To Abel James
ALS (letterbook draft): Library of Congress; copy: Historical Society of Pennsylvania
London, Dec. 2. 1772
I duly received your Favours of Sept. 22 and Oct. 9. and am glad the Purchase proves acceptable. Our Friend Dr. Evans has remitted me the Bill you mention, drawn for the Produce of the Silk. It exceeds what I paid, and I wait Orders for the Disposition of the Overplus, particularly what I am to pay Wheeler for his Services in the Business.1
I do not at this Distance understand the Politics of your last Election, why so many of the Members declin’d the Service, and why yourself and Mr. Fox were omitted (which I much regret) while Goddard was voted for by so great a Number. Another Year I hope will set all right. The People seldom continue long in the wrong when it is nobody’s Interest to mislead them. It must be very discouraging to our Friend Galloway, to see his long and faithful Services, repaid with Abuse and Ingratitude; but let him persevere in well-doing and all will end well, and to his final Satisfaction.2 And tho’ it may be inconvenient to your private Affairs to attend Publick Business, I hope neither you nor Mr. Fox will thro’ Resentment of the present Slight, decline the Service when again called upon by your Country.
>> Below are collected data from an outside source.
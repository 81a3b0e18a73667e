"""From a feature table to claims: velocity, temperature, mixture, Roll call, Orphans."""

from __future__ import annotations

from collections.abc import Callable
from dataclasses import dataclass, replace
from functools import partial

import numpy as np

from ..lines.catalogue import NOMINAL
from ..lines.strengths import abundance_vector, absorption_strength
from ..progress import Progress
from ..spectra.medium import C_KM_S
from .banded import capped
from .between import shared_between
from .build import build_claims
from .components import Found, find_components, refined, settled
from .artefacts import spikes_aside, with_spikes
from .consistency import flagged
from .drift import drift_warning
from .entries import group_half_width
from .features_in import feature_data
from .mixture import Solution, solve_mixture
from .model import Claim, Orphan, RollRow, VelocityResult
from .options import ClaimOptions
from .orphans import rank_orphans
from .populations import EMITTED, OUTFLOW
from .populations import HYDROGEN, POPULATIONS, STELLAR, UNGRADED, Component, assemble
from .problem import Problem
from .profiles import shape_warning, shaped
from .readings import Claimed, TemperatureReading, nominal, read_temperatures
from .roll_call import call_roll
from .siblings import with_siblings
from .strength_errors import UNKNOWN_ERROR
from .temperature import Profile, electron_pressure, prior_log, profile
from .upper_limits import with_limits

LIKELY_DENSITY = 0.5  # features per Angstrom assumed behind a table that is not complete
PROFILE_ROUNDS = 5
NOMINAL_SLOPE = 0.7  # of measured against predicted strength, where the latter is assumed
USUAL_LOOKS = 9.0  # at a profile: sets the pace of its progress
AGAIN_ROUNDS = 6  # at most, after a person's word


@dataclass(frozen=True, eq=False)
class Identification:
    """What the engine says of one feature table; ``read_temperatures()`` reads them all."""

    claims: tuple[Claim, ...]
    velocity: VelocityResult
    components: tuple[Component, ...]
    temperature: float
    log_pe: float
    roll_call: tuple[RollRow, ...]
    orphans: tuple[Orphan, ...]
    warnings: tuple[str, ...]
    solution: object
    catalogue: object = None
    read_temperatures: Callable[[], tuple[TemperatureReading, ...]] = tuple
    weighing: object = None

    def shown(self) -> tuple[tuple[str, float, float], ...]:
        """(origin, km/s, error) of the components that explain at least one feature, and of
        the star; hydrogen, emission and wind count as the star's: a second stellar velocity
        is a second star."""
        named = [c for c in self.claims if c.probability >= 0.5 and c.candidates]
        used = {(c.origin, c.candidates[0].velocity) for c in named}
        star = {("stellar", c.velocity) for c in self.components if c.population == STELLAR}
        origins = {c.origin for c in named}
        nebula = {(c.origin, c.velocity) for c in self.components if c.ions and c.origin in origins}
        rows = [
            (c.origin, c.velocity, c.error)
            for c in self.components
            if c.population not in (HYDROGEN, EMITTED, OUTFLOW)
            and (c.origin, c.velocity) in used | star | nebula
        ]
        return tuple(dict.fromkeys(rows))


class Setting:
    """The fixed part of an identification: features, catalogue rows in reach, options."""

    def __init__(self, features, catalogue, coverage, options: ClaimOptions):
        self.said = None
        self.features, self.options = features, options
        self.segments = overlapping_segments(features)
        self.data = feature_data(features, len(self.segments) > 1)
        self.coverage = np.asarray(coverage, dtype=float).reshape(-1, 2)
        low, high = options.velocity_range
        reach = max(abs(low), abs(high), abs(options.velocity or 0.0)) / C_KM_S + 1e-4
        self.catalogue = _allowed(
            catalogue.between(
                self.coverage[0, 0] / (1 + reach) - 3, self.coverage[-1, 1] / (1 - reach) + 3
            ),
            options.species,
        )
        count = [int(np.sum(features.sign > 0)), int(np.sum(features.sign < 0))]
        if not options.complete:
            length = float(np.sum(self.coverage[:, 1] - self.coverage[:, 0]))
            count[0] = max(count[0], int(LIKELY_DENSITY * length))
        self.counts = tuple(count)

    def absorption(self, temperature: float, pressure: float = 0.0):
        """Absorption strengths of the catalogue rows at a temperature in K; pressure: dex off
        the usual or given log Pe."""
        o = self.options
        pe = electron_pressure(temperature) if o.log_pe is None else o.log_pe
        pe = pe + pressure
        return absorption_strength(
            self.catalogue, temperature, pe, o.metallicity, dict(o.abundances)
        )

    def claimed(self, solution, temperature: float) -> Claimed:
        """A solution at a temperature (K), for the readings."""
        o = self.options
        level = abundance_vector(o.metallicity, dict(o.abundances))
        return Claimed(solution, self.catalogue, self.features, temperature, o.log_pe, level)

    def problem(self, components, temperature: float, pressure: float = 0.0) -> Problem:
        entries = assemble(
            self.catalogue,
            self.absorption(temperature, pressure),
            components,
            (self.coverage, self.counts, self.segments),
        )
        return Problem(
            self.data,
            entries,
            self.coverage,
            self.options.complete,
            group_half_width(self._width_at(entries.wave)),
            len(POPULATIONS),
            len(POPULATIONS) * len(self.catalogue.species_names),
            UNGRADED,
            self.said,
            strength_err=self._nominal(entries),
            loggf_err=np.nan_to_num(self.catalogue.loggf_err[entries.row], nan=UNKNOWN_ERROR),
        )

    def _nominal(self, entries):
        """Error of measured strengths, dex, that assumed strengths bring; (n,)."""
        assumed = (self.catalogue.flags[entries.row] & NOMINAL) > 0
        error = np.nan_to_num(self.catalogue.loggf_err[entries.row], nan=1.0)
        return np.where(assumed, NOMINAL_SLOPE * error, 0.0)

    def _width_at(self, wave):
        """Typical narrow FWHM (lower quartile of the features') scaled with wavelength."""
        known = np.isfinite(self.features.fwhm)
        if not np.any(known):
            return np.zeros(len(wave))
        relative = self.features.fwhm[known] / self.features.wave[known]
        return np.percentile(relative, 25) * np.asarray(wave)


def overlapping_segments(features):
    """Wavelength ranges (s, 2) of the features' segments; one endless range where none overlap.

    A line may show again in an overlapping order, so each order gets entries of its own.
    """
    endless = np.array([[-np.inf, np.inf]])
    count = int(features.segment.max(initial=0)) + 1
    ranges = np.full((count, 2), np.nan)
    for i in range(count):
        waves = features.wave[features.segment == i]
        if len(waves):
            ranges[i] = waves.min() - 1.0, waves.max() + 1.0
    used = ranges[np.isfinite(ranges[:, 0])]
    used = used[np.argsort(used[:, 0], kind="stable")]
    overlap = np.any(used[1:, 0] < used[:-1, 1]) if len(used) > 1 else False
    return np.nan_to_num(ranges, nan=np.inf) if overlap else endless


def _allowed(catalogue, species):
    if not species:
        return catalogue
    wanted = [i for i, name in enumerate(catalogue.species_names) if name in species]
    return catalogue.take(np.isin(catalogue.species, wanted))


@dataclass(frozen=True, eq=False)
class Weighing:
    """What is settled before claims are made of it: components, temperature, marginals, and
    what reads the other temperatures when asked; bands: observed vacuum ranges of molecular
    bands that are seen."""

    setting: Setting
    found: Found
    temperature: float
    solution: Solution
    read_temperatures: Callable[[], tuple[TemperatureReading, ...]] = tuple
    bands: tuple[tuple[float, float], ...] = ()


def identify(
    features, coverage, catalogue, options=ClaimOptions(), progress=None, said=None
) -> Identification:
    """Weigh every feature against every predicted line in reach.

    features: FeatureTable; coverage: searched vacuum ranges [(low, high), ...] in the
    spectrum's frame; catalogue: LineCatalogue; options: ClaimOptions; said: a person's
    words per feature, (f,) species name indices, NOT_SAID or SET_ASIDE (problem.py).
    """
    progress = progress or Progress()
    if len(features) == 0:
        return _nothing(options)
    setting = Setting(features, catalogue, coverage, options)
    setting.said = with_spikes(features, said)
    return conclude(weigh(setting, progress.part(0.0, 0.9)), progress)


def weigh(setting: Setting, progress) -> Weighing:
    """Components, temperature and the mixture, in turn until they agree."""
    found = find_components(setting, progress.part(0.0, 0.3))
    temperature, readings = _temperature(setting, found, progress.part(0.3, 0.7))
    solution = solve_mixture(
        setting.problem(found.components, temperature), progress=progress.part(0.7, 0.85)
    )
    found = refined(setting, found, solution, temperature)
    solution = solve_mixture(
        setting.problem(found.components, temperature),
        progress=progress.part(0.85, 1.0),
        start=solution.state,
    )
    if any(c.log_ratio for c in found.components):
        found = settled(found, solution)
        solution = solve_mixture(
            setting.problem(found.components, temperature), start=solution.state
        )
    return Weighing(setting, found, temperature, solution, readings or _unasked(setting, solution))


def weigh_again(weighing: Weighing, said, progress=None) -> Weighing:
    """The weighing in the light of a person's words, (f,) as of ``identify``: components and
    temperature stand, and the mixture goes on from where it had settled."""
    problem = weighing.solution.problem
    words = with_spikes(weighing.setting.features, said)
    solution = solve_mixture(
        replace(problem, said=words), AGAIN_ROUNDS, progress, start=weighing.solution.state
    )
    return replace(weighing, solution=solution)


def conclude(weighing: Weighing, progress=None) -> Identification:
    """Claims, Roll call and Orphans out of a weighing."""
    setting, found = weighing.setting, weighing.found
    solution = shared_between(weighing.solution)
    features, catalogue, options = setting.features, setting.catalogue, setting.options
    claims = flagged(build_claims(solution, catalogue, found.components), solution)
    claims = shaped(features, spikes_aside(features, claims))
    claims = capped(claims, features, weighing.bands)
    if progress is not None:
        progress.report("calling the roll", 0.95)
    pressure = electron_pressure(weighing.temperature)
    return Identification(
        claims,
        found.velocity,
        found.components,
        weighing.temperature,
        pressure if options.log_pe is None else options.log_pe,
        with_limits(
            with_siblings(
                call_roll(solution, catalogue, found.components), solution, catalogue
            ),
            solution,
            catalogue,
        ),
        rank_orphans(features, claims, solution, catalogue),
        found.warnings + drift_warning(solution, found.components) + shape_warning(claims),
        solution,
        catalogue,
        weighing.read_temperatures,
        weighing,
    )


def _nothing(options: ClaimOptions) -> Identification:
    return Identification(
        (), VelocityResult(), (), float("nan"), float("nan"), (), (), ("no features",), None
    )


def _temperature(setting: Setting, found: Found, progress):
    """(temperature in K for the strengths, what gives all readings when asked, or None).

    The given or nominal temperature, or what the profile around the vote's best and the
    clean lines of its best mixture say together, in whole kelvin.
    """
    if setting.options.temperature is not None and found.has_star:
        return float(setting.options.temperature), None
    if setting.options.temperature is not None or not found.has_star:
        temperature = float(setting.options.temperature or found.temperature)
        return temperature, lambda: (nominal(temperature),)
    looks = _Looks(setting, found, progress)
    seen = looks.profiled(found.temperature)
    adopted = read_temperatures(seen, setting.claimed(looks.solution, looks.temperature), looks)
    return float(round(adopted.temperature)), lambda: adopted.readings


class _Looks:
    """Mixtures at temperatures tried; the best is kept with its temperature (K)."""

    def __init__(self, setting: Setting, found: Found, progress):
        self._setting, self._found, self._progress = setting, found, progress
        self._tried, self._best = 0, -np.inf
        self.solution, self.temperature = None, float("nan")

    def profiled(self, start: float, excess: float = 0.0) -> Profile:
        """The profile about ``start`` (K), with log Pe ``excess`` dex off the usual or given."""
        return profile(partial(self._value_at, excess=excess), start)

    def solved(self, temperature: float, excess: float) -> Solution:
        problem = self._setting.problem(self._found.components, temperature, excess)
        return solve_mixture(problem, PROFILE_ROUNDS)

    def _value_at(self, temperature: float, excess: float):
        """Log-likelihood by stretches of the spectrum."""
        self._progress.report("excitation temperature", min(self._tried / USUAL_LOOKS, 1.0))
        self._tried += 1
        solution = self.solved(temperature, excess)
        prior = prior_log(temperature, len(self._setting.features))
        if solution.log_likelihood + prior > self._best:
            self._best = solution.log_likelihood + prior
            self.solution, self.temperature = solution, temperature
        return solution.stretches + prior / len(solution.stretches)


def _unasked(setting: Setting, solution):
    """Reads the temperatures of claims made at a given one, should someone ask."""
    given = float(setting.options.temperature)
    read = partial(read_temperatures, given, setting.claimed(solution, given))
    return lambda: read().readings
With great and sincere Esteem, I am ever, Dear Sir, Your affectionate Friend and most obedient Servant
Mr Abel James
1. See above, BF to Wheeler, April 3, to James, June 3, and to Evans, Dec. 2.
2. For Galloway’s description of what had happened see his mutilated letter above (which BF had presumably received by this time) of Oct. 12. BF’s optimism emphasizes how little he understood the shift of political power in Philadelphia.